Why Safety Eval Is Hard
Safety failures are rare in testing but catastrophic in production. Standard benchmarks don't include adversarial inputs. Success is defined as NOT doing something harmful — harder to measure than task completion. The same action can be safe in one context and unsafe in another.
Robustness Evaluation
How does agent performance degrade under: noisy inputs, partial tool failures, ambiguous instructions, contradictory information, and adversarial prompts? Robustness testing requires intentionally degraded inputs — not just well-formed benchmark tasks.
What is ToolEmu? ▼
ToolEmu (Ruan et al.) is a safety evaluation framework that emulates tool execution using an LLM, allowing safety testing without live API access. It tests agents across 36 tools and 144 scenarios, scoring both task completion and safety compliance.

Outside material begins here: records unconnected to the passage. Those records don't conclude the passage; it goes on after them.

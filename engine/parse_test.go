package engine_test

import (
	"errors"
	"math"
	"strings"
	"testing"
	"unicode/utf8"

	"mixward/engine"
)

func parse(t *testing.T, req string, resolve engine.Resolver) (*engine.Request, error) {
	t.Helper()
	return engine.ParseRequest(req, mustEngine(t).Tables, resolve)
}

func TestParseRequest(t *testing.T) {
	cases := []struct {
		name    string
		in      string
		streams int
		check   func(t *testing.T, r *engine.Request)
	}{
		{"mix keyword optional", "NaOCl 12.5 % + HCl 10 %", 2, nil},
		{"volumes and temperature", "mix 200 L NaOCl 12.5 % + 50 L HCl 10 % at 20 C", 2, func(t *testing.T, r *engine.Request) {
			if r.Streams[0].VolumeL != 200 || r.Streams[1].VolumeL != 50 {
				t.Errorf("volumes = %g, %g", r.Streams[0].VolumeL, r.Streams[1].VolumeL)
			}
			if math.Abs(r.TemperatureK-293.15) > 1e-9 {
				t.Errorf("T = %g K, want 293.15", r.TemperatureK)
			}
			c := r.Streams[0].Components[0]
			if c.Chemical.Formula != "NaOCl" || c.Value != 12.5 || c.Unit != engine.PctWW {
				t.Errorf("component = %+v", c)
			}
		}},
		{"a stream's own temperature", "mix 100 L NaOH 2 %, 75 C + 300 L water", 2, func(t *testing.T, r *engine.Request) {
			if st := r.Streams[0]; st.TemperatureK == nil || math.Abs(*st.TemperatureK-348.15) > 1e-9 {
				t.Errorf("stream temperature = %v, want 348.15 K", st.TemperatureK)
			}
			// (100 L at 75 °C + 300 L at 25 °C) / 400 L = 37.5 °C.
			if math.Abs(r.TemperatureK-310.65) > 1e-9 || !r.TempStated {
				t.Errorf("mix starts at %g K (stated %v), want 310.65", r.TemperatureK, r.TempStated)
			}
			if len(r.Notes) == 0 || !strings.Contains(r.Notes[0], "37.5 °C") {
				t.Errorf("notes %q do not give the starting temperature", r.Notes)
			}
		}},
		{"the whole mix's temperature wins", "mix 100 L NaOH 2 %, 75 C + 100 L water, 10 C at 30 C", 2, func(t *testing.T, r *engine.Request) {
			if math.Abs(r.TemperatureK-303.15) > 1e-9 || r.Streams[1].TemperatureK == nil {
				t.Errorf("mix at %g K, water stream %v; want 303.15 K and the stream's own kept", r.TemperatureK, r.Streams[1].TemperatureK)
			}
		}},
		{"fahrenheit", "Zn + HCl 1 M at 77 F", 2, func(t *testing.T, r *engine.Request) {
			if math.Abs(r.TemperatureK-298.15) > 1e-9 {
				t.Errorf("77 F = %g K, want 298.15", r.TemperatureK)
			}
		}},
		{"kelvin", "Zn + HCl 1 M at 298 K", 2, func(t *testing.T, r *engine.Request) {
			if r.TemperatureK != 298 {
				t.Errorf("T = %g", r.TemperatureK)
			}
		}},
		{"names and synonyms, any case", "5 kg zinc + 100 L Muriatic Acid 5 %", 2, func(t *testing.T, r *engine.Request) {
			if r.Streams[0].MassKg != 5 || r.Streams[0].Components[0].Chemical.Formula != "Zn" {
				t.Errorf("stream 1 = %+v", r.Streams[0])
			}
			if r.Streams[1].Components[0].Chemical.Formula != "HCl" {
				t.Errorf("muriatic acid = %s", r.Streams[1].Components[0].Chemical.Formula)
			}
		}},
		{"multi-word names", "bleach + iron(II) sulfate 0.1 M + caustic soda 2 %", 3, func(t *testing.T, r *engine.Request) {
			want := []string{"NaOCl", "FeSO4.7H2O", "NaOH"} // iron(II) sulfate is read as copperas, the crystal sold (common practice, no source)
			for i, w := range want {
				if got := r.Streams[i].Components[0].Chemical.Formula; got != w {
					t.Errorf("stream %d = %s, want %s", i+1, got, w)
				}
			}
		}},
		{"several components and a pH", "500 L water, NaOH 2 %, Na2CO3 1 %, pH 12 + 20 L H2O2 30 %", 2, func(t *testing.T, r *engine.Request) {
			s := r.Streams[0]
			if len(s.Components) != 3 || s.PH == nil || *s.PH != 12 {
				t.Errorf("stream 1 = %+v", s)
			}
		}},
		// Tried as a new user would: "NaCN 500 mg/L pH 10" was refused
		// for want of a comma before the stream's pH.
		{"a pH after a strength without a comma", "1000 L NaCN 500 mg/L pH 10 + 10 L H2SO4 10 %", 2, func(t *testing.T, r *engine.Request) {
			s := r.Streams[0]
			if len(s.Components) != 1 || s.PH == nil || *s.PH != 10 || r.Streams[1].PH != nil {
				t.Errorf("stream 1 = %+v", s)
			}
		}},
		{"all concentration units", "Fe2(SO4)3 2 g/L, NH4Cl 5 mmol/L, KMnO4 3 mg/L, NaCl 100 ppm, CuSO4 1 % w/v, HNO3 2 % w/w, K2Cr2O7 0.1 mol/L + FeSO4 1 M", 2, func(t *testing.T, r *engine.Request) {
			units := []engine.ConcUnit{engine.GPerL, engine.MilliM, engine.MgPerL, engine.PPM, engine.PctWV, engine.PctWW, engine.Molar}
			for i, u := range units {
				if got := r.Streams[0].Components[i].Unit; got != u {
					t.Errorf("component %d unit = %q, want %q", i+1, got, u)
				}
			}
		}},
		{"attached units", "200L NaOCl 12.5% + 1m3 HCl 1M at 30C", 2, func(t *testing.T, r *engine.Request) {
			if r.Streams[1].VolumeL != 1000 {
				t.Errorf("1m3 = %g L", r.Streams[1].VolumeL)
			}
		}},
		{"gallons and pounds", "55 gal NaOCl 5 % + 10 lb Na2S2O5", 2, func(t *testing.T, r *engine.Request) {
			// 1 US gal = 3.785411784 L and 1 lb = 0.45359237 kg exactly (NIST SP 811, Appendix B).
			if math.Abs(r.Streams[0].VolumeL-55*3.785411784) > 1e-9 || math.Abs(r.Streams[1].MassKg-4.5359237) > 1e-12 {
				t.Errorf("amounts = %g L, %g kg", r.Streams[0].VolumeL, r.Streams[1].MassKg)
			}
		}},
	}
	for _, tc := range cases {
		t.Run(tc.name, func(t *testing.T) {
			r, err := parse(t, tc.in, nil)
			if err != nil {
				t.Fatalf("ParseRequest(%q): %v", tc.in, err)
			}
			if len(r.Streams) != tc.streams {
				t.Fatalf("ParseRequest(%q): %d streams, want %d", tc.in, len(r.Streams), tc.streams)
			}
			if tc.check != nil {
				tc.check(t, r)
			}
		})
	}
}

func TestParseErrors(t *testing.T) {
	cases := []struct {
		in         string
		code       string
		pos        int
		suggestion string // must appear among the suggestions
	}{
		{"", "empty-request", 1, ""},
		{"mix", "missing-stream", 4, ""},
		{"NaOCl 12.5 % +", "missing-stream", 15, ""},
		{"bleech + HCl 1 M", "unknown-chemical", 1, "bleach"},
		{"NaOCl 5 % + hydrochloric acd 1 M", "unknown-chemical", 13, "hydrochloric acid"},
		{"200 L + HCl 1 M", "missing-chemical", 7, ""},
		{"200 parsecs NaOCl", "unknown-unit", 5, ""},
		{"NaOCl 12.5 furlongs", "unknown-unit", 12, ""},
		{"NaOCl 120 %", "bad-concentration", 7, ""},
		{"Zn + HCl 1 M at 25 Q", "unknown-unit", 20, ""},
		{"Zn + HCl 1 M at 900 C", "bad-temperature", 17, ""},
		{"Zn + HCl 1 M, 900 C", "bad-temperature", 15, ""},
		{"200 L 60 C + HCl 1 M", "missing-chemical", 1, ""},
		{"mix 1 L Cu + 1 L HCl 37 %", "metal-by-volume", 5, ""},
		{"Zn + HCl 1 M at pH", "bad-ph", 19, ""},
		{"Zn HCl", "unknown-word", 4, ""},
		// A name that begins with a known one is an unknown chemical, not
		// a stray word after the known part.
		{"10 kg sodium widget + 100 L water", "unknown-chemical", 7, "sodium"},
		{"NaOCl 12.5 % HCl", "unexpected-token", 14, ""},
		{"-5 L NaOCl", "bad-amount", 1, ""},
		{"T-999 + HCl 1 M", "unknown-tag", 1, ""},
		// A stream after the whole mix's conditions: the stream form that
		// gives one stream its own temperature is suggested.
		{"mix 1000 L water at 80 C + 20 kg NaOH", "bad-condition", 26, "mix 1000 L water, 80 C + 20 kg NaOH"},
		{"mix 1000 L water at 80 C and 2 bar + 20 kg NaOH", "bad-condition", 36, "mix 1000 L water, 80 C + 20 kg NaOH"},
		{"mix 10 L HCl 1 M at pH 3 with 1 kg Zn", "bad-condition", 26, "mix 10 L HCl 1 M, pH 3 with 1 kg Zn"},
		{"mix 1000 L water at 2 bar + 20 kg NaOH", "bad-condition", 27, ""},
	}
	for _, tc := range cases {
		t.Run(tc.in, func(t *testing.T) {
			_, err := parse(t, tc.in, func(string) (string, bool) { return "", false })
			var pe *engine.ParseError
			if !errors.As(err, &pe) {
				t.Fatalf("ParseRequest(%q) error = %v, want a *ParseError", tc.in, err)
			}
			if pe.Code != tc.code || pe.Position != tc.pos {
				t.Errorf("ParseRequest(%q) = code %q at %d (%s), want %q at %d", tc.in, pe.Code, pe.Position, pe.Message, tc.code, tc.pos)
			}
			if pe.Message == "" || pe.Suggestions == nil {
				t.Errorf("ParseRequest(%q): empty message or nil suggestions: %+v", tc.in, pe)
			}
			if tc.suggestion != "" && !contains(pe.Suggestions, tc.suggestion) {
				t.Errorf("ParseRequest(%q) suggestions = %q, want %q among them", tc.in, pe.Suggestions, tc.suggestion)
			}
			if pe.Code == "bad-condition" && tc.suggestion != "" {
				// The suggested request itself parses.
				if _, err := parse(t, tc.suggestion, func(string) (string, bool) { return "", false }); err != nil {
					t.Errorf("suggestion %q does not parse: %v", tc.suggestion, err)
				}
			}
		})
	}
}

func contains(xs []string, x string) bool {
	for _, y := range xs {
		if strings.EqualFold(y, x) {
			return true
		}
	}
	return false
}

func TestParseTags(t *testing.T) {
	cat := map[string]string{"T-101": "200 L NaOCl 12.5 %", "T-204": "HCl 10 %", "T-666": "NaOCl 12.5 furlongs"}
	resolve := func(tag string) (string, bool) { s, ok := cat[tag]; return s, ok }
	r, err := parse(t, "mix T-101 + 40 L t-204 at 20 C", resolve)
	if err != nil {
		t.Fatal(err)
	}
	if r.Streams[0].Tag != "T-101" || r.Streams[0].VolumeL != 200 || r.Streams[0].Text != "200 L NaOCl 12.5 %" {
		t.Errorf("stream 1 = %+v", r.Streams[0])
	}
	if r.Streams[1].Tag != "T-204" || r.Streams[1].VolumeL != 40 {
		t.Errorf("stream 2 (amount before the tag wins) = %+v", r.Streams[1])
	}
	_, err = parse(t, "T-666 + HCl 1 M", resolve)
	var pe *engine.ParseError
	if !errors.As(err, &pe) || pe.Position != 1 || !strings.Contains(pe.Message, "T-666") {
		t.Errorf("bad catalogue entry: %v", err)
	}
}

Key finding: agents are over-eager to comply with instructions that lead to irreversible consequences (deleting files, sending emails, making purchases).
D6 Human Oversight — Why it matters for safety ▼
88% of papers use AI-only evaluators. But AI judges inherit the same biases and blind spots as the models they evaluate. For safety-critical evaluation — deciding whether to deploy an agent with real-world tool access — human review of a sample of evaluation cases is non-negotiable. D6 mandates human oversight at safety decision points: initial deployment approval, after significant capability changes, and when online monitors flag anomalies.